An API in HTML 5 enables sites to deliver low-power pages to mobile users of Chrome, Firefox and Opera who are short on battery.

But leading privacy advocates warned last year that the feature could be used for ulterior purposes. Now their fears have been confirmed.

Normally, when a user clears their cookies, a monitoring web script will see them as a new user.

But the battery status API in HTML 5 offers websites and adverts data about a users’ battery in both percentages and seconds, providing an identifier of individual phones.

Therefore, a script could link the “new user” to the known user through their battery data and continue to track them.

A year ago, researcher Lukasz Olejnik warned that the API could be used for this purpose.

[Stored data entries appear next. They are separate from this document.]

export const electronAffinityRecordSchema = z.strictObject({
  element: z.string().regex(/^[A-Z][a-z]?$/),
  /** Energy released on X(g) + e⁻ → X⁻(g) at 0 K, kJ/mol, positive when released (the tabulating convention). */
  value: finite,
  unit: z.literal('kJ/mol'),
  uncertainty,
  ...provenance,
});

export const atomizationRecordSchema = z.strictObject({
  element: z.string().regex(/^[A-Z][a-z]?$/),
  /** Standard enthalpy of formation of the gaseous atom at 298.15 K, kJ/mol. */
  value: positive,
  unit: z.literal('kJ/mol'),
  uncertainty,
  ...provenance,
});

export const bondDissociationRecordSchema = z.strictObject({
  molecule: z.string().regex(/^[A-Z][a-z]?2$/),
  /** Bond dissociation enthalpy at 298.15 K, kJ/mol. */
  value: positive,
  unit: z.literal('kJ/mol'),
  uncertainty,
  ...provenance,
});

export const madelungRecordSchema = z.strictObject({
  structure: structureTypeSchema,
  /** Stoichiometry the constant refers to, cation first. */
  stoichiometry: z.enum(['MX', 'MX2', 'M2X', 'M2X3', 'MX3', 'ABX3']),
  /** Madelung constant referred to the shortest cation–anion distance, for unit charges. */
  value: positive,
  unit: z.literal('1'),
  /** Coordination numbers of cation and anion in the structure. */
  cationCoordination: z.number().int().min(1).max(14),
  anionCoordination: z.number().int().min(1).max(14),
  ...provenance,
});

export const bornExponentRecordSchema = z.strictObject({
  core: nobleGasCoreSchema,
  value: positive,
  unit: z.literal('1'),
  ...provenance,
});

export const volumeCoefficientRecordSchema = z.strictObject({
  /** Charge type as |cation charge|:|anion charge|: `1:1` (NaCl), `2:2` (MgO), `2:1` (CaCl2), `1:2` (K2SO4); `general` for the charge-free form. */
  chargeType: z.enum(['1:1', '2:2', '2:1', '1:2', '3:1', '1:3', '3:2', '2:3', 'general']),
  /** α of U = 2I(α/V^(1/3) + β), kJ·mol⁻¹·nm. */
  alpha: positive,
  /** β of the same equation, kJ/mol. */
  beta: finite,
  ...provenance,
});

export const hazardClassSchema = z.enum(HAZARD_CLASSES);
export const hazardRecordSchema = z.strictObject({
  /** A salt formula, or an ion id where the hazard follows the ion (every chromate). */
  subject: z.string().min(1).max(120),
  /** Empty for an ion checked to add no hazard of its own (so that its salts read "no hazard class", not "no hazard data"). */
  classes: z.array(hazardClassSchema),
  /** A short caution in plain words. */
  statement: z.string().min(1),
  ...provenance,
});

/** One measured property of a salt-hydrate melt, with its own source and a standard uncertainty above zero. */
const meltQuantity = <U extends string>(unit: U) =>
  z.strictObject({
    value: finite,
    unit: z.literal(unit),
    /** Standard uncertainty, never zero: the warmer's intervals are built from it. */
    uncertainty: positive,
    ...provenance,
  });

/** How a salt hydrate melts: to a liquid of its own composition, or leaving another solid behind. */
export const meltingBehaviourSchema = z.enum(['congruent', 'semi-congruent', 'incongruent']);

/** A salt hydrate that can be kept as a supercooled melt and crystallised on demand (a latent-heat warmer). */
export const warmerMeltRecordSchema = z.strictObject({
  /** The hydrate, as a person writes it (`NaCH3COO·3H2O`). */
  formula: formulaTextSchema,
  melting: meltingBehaviourSchema,
  /** The solid that separates on incongruent (or semi-congruent) melting. */
  solidOnMelting: formulaTextSchema.optional(),
  /** The composition of the melt, in words. */
  meltComposition: z.string().min(1),
  /** What incongruent melting does over repeated cycles, in words. */
  consequence: z.string().min(1).optional(),
  /** Melting (or peritectic) temperature, °C. */
  meltingPoint: meltQuantity('°C'),
  /** Latent heat of fusion per gram of hydrate, J/g. */
  latentHeat: meltQuantity('J/g'),
  /** Specific heat capacity of the solid hydrate, J/(g·K). */
  solidHeatCapacity: meltQuantity('J/(g·K)'),
  /** Specific heat capacity of the (supercooled) melt, J/(g·K). */
  meltHeatCapacity: meltQuantity('J/(g·K)'),
  ...provenance,
});

/** Every table the dataset knows, by file name under `data/`. */
export const tableSchemas = {
  'elements.json': table(elementRecordSchema),
  'ions.json': table(ionRecordSchema),
  'shannon-radii.json': table(radiusRecordSchema),
  'thermochemical-radii.json': table(thermochemicalRadiusRecordSchema),
  'ion-volumes.json': table(ionVolumeRecordSchema),
  'ion-formation-aq.json': table(ionFormationRecordSchema),
  'ion-formation-gas.json': table(ionFormationRecordSchema),
  'ion-heat-capacities-aq.json': table(ionHeatCapacityRecordSchema),
  'compound-formation.json': table(compoundFormationRecordSchema),
  'solution-enthalpies.json': table(solutionEnthalpyRecordSchema),
  'hydration-enthalpies.json': table(hydrationRecordSchema, {
    /** The absolute hydration enthalpy of H⁺ the single-ion values assume, kJ/mol. */
    protonHydrationEnthalpy: finite,
    protonSource: z.string(),
  }),
  'crystals.json': table(crystalRecordSchema),
  'solubility.json': table(solubilityRecordSchema),
  'solubility-products.json': table(solubilityProductRecordSchema),
  'heat-capacities.json': table(heatCapacityRecordSchema),
  'ionization-energies.json': table(ionizationRecordSchema),
  'electron-affinities.json': table(electronAffinityRecordSchema),
  'atomization-enthalpies.json': table(atomizationRecordSchema),
  'bond-dissociation.json': table(bondDissociationRecordSchema),
  'madelung-constants.json': table(madelungRecordSchema),
  'born-exponents.json': table(bornExponentRecordSchema),
  'volume-coefficients.json': table(volumeCoefficientRecordSchema),
  'hazards.json': table(hazardRecordSchema),
  'brine-pitzer.json': table(brinePitzerRecordSchema, {
    /** Constants of water and ice the brine module needs. */
    water: z.strictObject({
      fusionEnthalpy: waterConstant,
      fusionHeatCapacity: waterConstant,
      iceSpecificHeat: waterConstant,
      vaporizationEnthalpy: waterConstant,
      molarMass: waterConstant,
    }),
    /** Non-electrolyte solutes with an osmotic coefficient and φL of their own. */
    nonElectrolytes: z.array(nonElectrolyteBrineSchema).optional(),
  }),
  'warmer-melts.json': table(warmerMeltRecordSchema),
} as const;

export type TableName = keyof typeof tableSchemas;
export type TableFile<N extends TableName> = z.infer<(typeof tableSchemas)[N]>;
export type TableRecord<N extends TableName> = TableFile<N>['records'][number];
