/**
 * Checks a fill and joins it to its data.
 *
 * @throws IonheatError `INVALID_ARGUMENT` naming the field (`solids[0].massG`,
 * `waterG`, `startC`…) for a non-positive mass, no water, a start temperature
 * outside liquid water (0–100 °C), or the same salt listed twice; the
 * formula parser's errors, and `MISSING_DATA`, for an unknown salt or one
 * without an enthalpy of solution.
 * @internal
 */
export function preparePackFill(fill: PackFill, options: PackOptions = {}, dataset: Dataset = builtinDataset()): PreparedFill {
  if (options === null || typeof options !== 'object') throw invalid('options', `the pack options are an object, got ${options === null ? 'null' : typeof options}`);
  if (fill === null || typeof fill !== 'object') throw invalid('fill', 'a pack fill is an object with solids, waterG and optionally startC and containerJPerK');
  checkOptionKeys(options, PACK_OPTION_KEYS, 'options');
  checkOptionKeys(fill, FILL_KEYS, 'fill');
  if (!Array.isArray(fill.solids) || fill.solids.length === 0 || fill.solids.length > 100) throw invalid('solids', 'a pack fill needs from one to 100 solids (solids: [{ formula, massG }])');
  const waterG = checkPositive(fill.waterG, 'waterG', 'the water', 'g');
  const startGiven = fill.startC ?? DEFAULT_START_C;
  const startC = typeof startGiven === 'number' ? unsignedZero(startGiven) : startGiven;
  if (typeof startC !== 'number' || !Number.isFinite(startC) || startC < 0 || startC >= 100) {
    throw invalid('startC', `the start temperature (startC) must lie where water is liquid at 1 bar, from 0 °C up to (not including) 100 °C; got ${typeof startC === 'number' ? String(startC) : typeof startC} °C`);
  }
  const containerJPerK = fill.containerJPerK ?? 0;
  if (typeof containerJPerK !== 'number' || !Number.isFinite(containerJPerK) || containerJPerK < 0 || containerJPerK > FILL_RANGE.max) {
    throw invalid('containerJPerK', `the container heat capacity (containerJPerK) must be from 0 to ${FILL_RANGE.max} J/K, got ${typeof containerJPerK === 'number' ? String(containerJPerK) : typeof containerJPerK}`);
  }
  const interval: unknown = options.interval;
  if (interval !== undefined) {
    const iv = interval as { method?: unknown; samples?: unknown; seed?: unknown };
    if (iv === null || typeof iv !== 'object' || (iv.method !== 'bounds' && iv.method !== 'monte-carlo')) throw invalid('interval', `the interval option is { method: 'bounds' } or { method: 'monte-carlo', samples, seed }, got ${iv === null || typeof iv !== 'object' ? String(iv) : `method ${String(iv.method as string)}`}`);
    checkOptionKeys(iv, iv.method === 'bounds' ? { owner: 'the bounds interval', keys: ['method'] } : INTERVAL_KEYS, 'interval');
    if (iv.samples !== undefined && !(typeof iv.samples === 'number' && iv.samples >= 1 && iv.samples <= 100_000)) throw invalid('interval.samples', `the number of Monte Carlo draws (interval.samples) must be from 1 to 100000, got ${typeof iv.samples === 'number' ? iv.samples : typeof iv.samples}`);
    if (iv.seed !== undefined && !(typeof iv.seed === 'number' && Number.isFinite(iv.seed))) throw invalid('interval.seed', `the Monte Carlo seed (interval.seed) must be a finite number, got ${typeof iv.seed === 'number' ? iv.seed : typeof iv.seed}`);
  }
  let heatCapacityOverride: PreparedFill['heatCapacityOverride'];
  if (options.heatCapacityJPerK !== undefined) {
    const value = checkPositive(options.heatCapacityJPerK, 'heatCapacityJPerK', 'your heat capacity', 'J/K');
    const u = options.heatCapacityUJPerK ?? 0;
    if (typeof u !== 'number' || !Number.isFinite(u) || u < 0 || u > value) throw invalid('heatCapacityUJPerK', `the uncertainty of your heat capacity (heatCapacityUJPerK) must be from 0 J/K up to the heat capacity itself, got ${typeof u === 'number' ? String(u) : typeof u}`);
    heatCapacityOverride = { value, u };
  }

  const water = waterSpecificHeat(dataset);
  const waterMolarMass = molarMass({ H: 2, O: 1 }, dataset);
  const notes: string[] = [];
  const sources = new Set<string>(water.sources);
  const seen = new Map<string, string>();

  // Array.from, not map: a hole in a sparse list is seen (as undefined) instead of skipped.
  const solids = Array.from(fill.solids, (solid, i): PreparedSolid => {
    const field = `solids[${i}]`;
    if (solid === null || typeof solid !== 'object') throw invalid(field, `${field} must be an object { formula, massG }`);
    checkOptionKeys(solid, SOLID_KEYS, field);
    if (typeof solid.formula !== 'string' || solid.formula.trim() === '') throw invalid(`${field}.formula`, `${field}.formula must be a salt formula`);
    let salt: Salt;
    try {
      salt = parsedFormula(solid.formula, dataset);
    } catch (e) {
      if (isIonheatError(e)) throw new IonheatError(e.code, `${field}.formula "${solid.formula}": ${e.message}`, { text: solid.formula, field: `${field}.formula` });
      throw e;
    }
    const massG = checkPositive(solid.massG, `${field}.massG`, `the mass of ${salt.formula}`, 'g');
    const earlier = seen.get(salt.anhydrous);
    if (earlier !== undefined) {
      throw invalid(`${field}.formula`, `${salt.formula} (${field}) and ${earlier} are the same salt; they share one solubility, so list the salt once`);
    }
    seen.set(salt.anhydrous, `${salt.formula} (${field})`);

    const data = saltDataOf(salt, `${field}.formula`, dataset);
    const h25 = data.enthalpy;
    const heatCapacityLoaded = data.heatCapacity;
    const anhydrousSalt = data.anhydrousSalt;
    const heatCapacityAnhydrous = data.heatCapacityAnhydrous;
    const aq = data.aqueousHeatCapacity;
    const heatCapacityInfinite = aq ? aq.value : heatCapacityAnhydrous.value;
    const additivityU = aq ? aq.u : ADDITIVITY_FALLBACK_RELATIVE * heatCapacityAnhydrous.value;
    if (!aq) notes.push(`no infinite-dilution heat capacity for ${salt.anhydrous}: the crystal's Cp° stands in for φCp°, with a wide allowance`);
    const brine = brineModel(salt, dataset);
    for (const note of brine.notes) notes.push(note);
    for (const source of brine.sources) sources.add(source);

    const enthalpy = kirchhoff(h25, salt, startC, dataset);

    const curve = data.curve;
    const phases = new Map<string, PreparedPhase>();
    for (const [formula, phase] of data.phases) {
      if (formula === salt.formula) {
        phases.set(formula, { formula, water: salt.water, enthalpy, heatCapacity: heatCapacityLoaded });
        continue;
      }
      let phaseEnthalpy = phase.enthalpy;
      if (phaseEnthalpy) phaseEnthalpy = kirchhoff(phaseEnthalpy, phase.salt, startC, dataset);
      phases.set(formula, { formula, water: phase.salt.water, enthalpy: phaseEnthalpy, heatCapacity: phase.heatCapacity });
    }
    if (curve) sources.add(curve.source);
    if (data.solubility.status === 'estimated') sources.add('solubilityEstimatePractice');
    const solubilityText = solubilityNote(salt, data.solubility);
    if (solubilityText) notes.push(solubilityText);
    for (const s of [...enthalpy.sources, ...heatCapacityLoaded.sources, ...heatCapacityAnhydrous.sources, ...(aq?.sources ?? [])]) sources.add(s);

    return {
      input: { formula: solid.formula, massG },
      salt,
      massG,
      moles: massG / salt.molarMass,
      anhydrousMolarMass: anhydrousSalt.molarMass,
      particles: ionsPerFormulaUnit(salt),
      enthalpy,
      heatCapacityLoaded,
      heatCapacityAnhydrous,
      heatCapacityInfinite,
      additivityU,
      brine,
      curve,
      solubilityStatus: data.solubility.status,
      solubilityBounds: solubilityBoundsOf(salt, data.solubility),
      phases,
    };
  });
  if (solids.length > 1) notes.push('several solids: their heats of solution are added and each dissolves against the same water as if alone; mixing effects (common ions, salting out, heats of mixing) are ignored');

  const phaseChanges = new Set<number>();
  for (const s of solids) {
    const pts = s.curve?.points ?? [];
    for (let k = 0; k + 1 < pts.length; k++) if (pts[k]!.phase !== pts[k + 1]!.phase) phaseChanges.add((pts[k]!.t + pts[k + 1]!.t) / 2);
  }
  const waterData = waterConstants(dataset);
  for (const source of waterData.sources) sources.add(source);
  return { solids, waterG, startC, containerJPerK, waterSpecificHeat: water, waterMolarMass, water: waterData, heatCapacityOverride, phaseChanges: [...phaseChanges].sort((a, b) => a - b), notes, sources: [...sources], dataset };
}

Two researchers at Princeton University have now proved that it has been.

Using a modified browser, Steve Engelhard and Arvind Narayan discovered two tracking scripts that used the API to identify devices, the Guardian reports.

Olejnik’s original research led Firefox to issue a fix and W3C, the international standards organisation for the web, to update their standard to reflect the analysis.

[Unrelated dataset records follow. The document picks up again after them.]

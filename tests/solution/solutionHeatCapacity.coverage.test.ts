// ΔsolCp° = Σν·Cp°(ion, aq) + n_w·Cp°(H₂O, l) − Cp°(salt, cr) for a hydrate,
// whose water of crystallization becomes solvent, and the cases where a term
// is missing. Values from the NBS tables (Wagman et al. 1982): Cp°(Na⁺, aq)
// = 46.4, Cp°(SO₄²⁻, aq) = −293, Cp°(H₂O, l) = 75.291 J/(mol·K) (in the
// built-in tables); Cp°(Na₂SO₄·10H₂O, cr) ≈ 592 J/(mol·K), from memory and
// not checked against the NBS tables, given as an override because the
// built-in table lacks it: the check is of the hydrate term of the sum.
import { describe, expect, it } from 'vitest';
import { builtinDataset } from '../../src/data/recordCheck.js';
import { parseSalt } from '../../src/chem/parseSalt.js';
import { solutionHeatCapacity } from '../../src/solution/solutionHeatCapacity.js';

describe('solutionHeatCapacity', () => {
  it('counts the water of crystallization as liquid water', () => {
    const mine = builtinDataset().withOverrides(
      { 'heat-capacities.json': [{ formula: 'Na2SO4·10H2O', phase: 'cr', value: 592.0, unit: 'J/(mol·K)', uncertainty: 1, source: 'wagman1982', fromMemory: true }] },
      'glauber.json',
    );
    const cp = solutionHeatCapacity(parseSalt('Na2SO4·10H2O', mine), mine);
    // 2·46.4 − 293 + 10·75.291 − 592.0 = −39.29 J/(mol·K)
    expect(cp?.value).toBeCloseTo(-39.29, 6);
    expect(cp?.unit).toBe('J/(mol·K)');
    expect(cp?.basis).toBe('cycle');
    expect(cp?.notes).toEqual(['heat capacities entered from memory, not checked against the source']);
  });
  it('is undefined where the crystal or an ion has no heat capacity', () => {
    // No crystal value for Na2SO4·10H2O in the built-in tables.
    expect(solutionHeatCapacity(parseSalt('Na2SO4·10H2O'))).toBeUndefined();
    // BaCl2 has a crystal value but Ba²⁺ has no aqueous one in the built-in tables (Ca²⁺ and Mg²⁺ now have).
    expect(solutionHeatCapacity(parseSalt('BaCl2'))).toBeUndefined();
    // A non-electrolyte has no ions.
    expect(solutionHeatCapacity(parseSalt('urea'))).toBeUndefined();
  });
});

But the Princeton study will alarm privacy advocates who believe users should be able to search the web without being followed.

In a blog on the topic, Olejnik wrote: “Expected or not, battery readout is actually being used by tracking scripts, as reported in a recent study. Some tracking/analysis scripts (example here) are accessing and recovering this information.”

Olejnik also warns that the data could be used by companies to encourage users to pay more for some services when there phone is about to run out of battery.

Some browser vendors are now considering restricting and removing access to battery readout mechanisms, according to Olejnik’s blog.